**SUPPLIED ENTRIES:**

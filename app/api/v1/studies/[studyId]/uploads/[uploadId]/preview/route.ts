import { corrections } from "@/app/_import/corrections";
import { previewUpload } from "@/app/_import/read-upload";
import { storedFrom } from "@/app/_import/study-context";
import { notFoundProblem } from "@/app/_server/problem";
import { route } from "@/app/_server/route";
import { readStudy } from "@/db/study/study.queries";
import { openUpload } from "@/db/upload/upload.queries";

/** What would be stored from a waiting file, read anew under the corrections in the body. Changes nothing. */
export const POST = route(
  { schema: corrections, scope: "write", role: "analyst" },
  async ({ params, actor, input, db }) => {
    const studyId = params.studyId ?? "";
    const study = await readStudy(db, actor, studyId);
    const upload = await openUpload(db, actor, { studyId, uploadId: params.uploadId ?? "" });
    if (study === undefined || upload === undefined || upload.state !== "waiting") return notFoundProblem();
    const reading = await previewUpload(upload, study.sheet, input);
    return Response.json(
      {
        file: {
          uploadId: upload.uploadId,
          fileName: upload.fileName,
          size: upload.size,
          sha256: upload.sha256,
          storedAs: storedFrom(study.sheet, upload.sha256),
        },
        revision: study.revision,
        reading,
      },
      { headers: { "Cache-Control": "no-store" } },
    );
  },
);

**TRY IT:**
Copy all of the data above, character for character.

**RESULT:**
filename app/api/v1/studies/[studyId]/uploads/[uploadId]/preview/route.ts
import { corrections } from "@/app/_import/corrections";
import { previewUpload } from "@/app/_import/read-upload";
import { storedFrom } from "@/app/_import/study-context";
import { notFoundProblem } from "@/app/_server/problem";
import { route } from "@/app/_server/route";
import { readStudy } from "@/db/study/study.queries";
import { openUpload } from "@/db/upload/upload.queries";

/** What would be stored from a waiting file, read anew under the corrections in the body. Changes nothing. */
export const POST = route(
  { schema: corrections, scope: "write", role: "analyst" },
  async ({ params, actor, input, db }) => {
    const studyId = params.studyId ?? "";
    const study = await readStudy(db, actor, studyId);
    const upload = await openUpload(db, actor, { studyId, uploadId: params.uploadId ?? "" });
    if (study === undefined || upload === undefined || upload.state !== "waiting") return notFoundProblem();
    const reading = await previewUpload(upload, study.sheet, input);
    return Response.json(
      {
        file: {
          uploadId: upload.uploadId,
          fileName: upload.fileName,
          size: upload.size,
          sha256: upload.sha256,
          storedAs: storedFrom(study.sheet, upload.sha256),
        },
        revision: study.revision,
        reading,
      },
      { headers: { "Cache-Control": "no-store" } },
    );
  },
);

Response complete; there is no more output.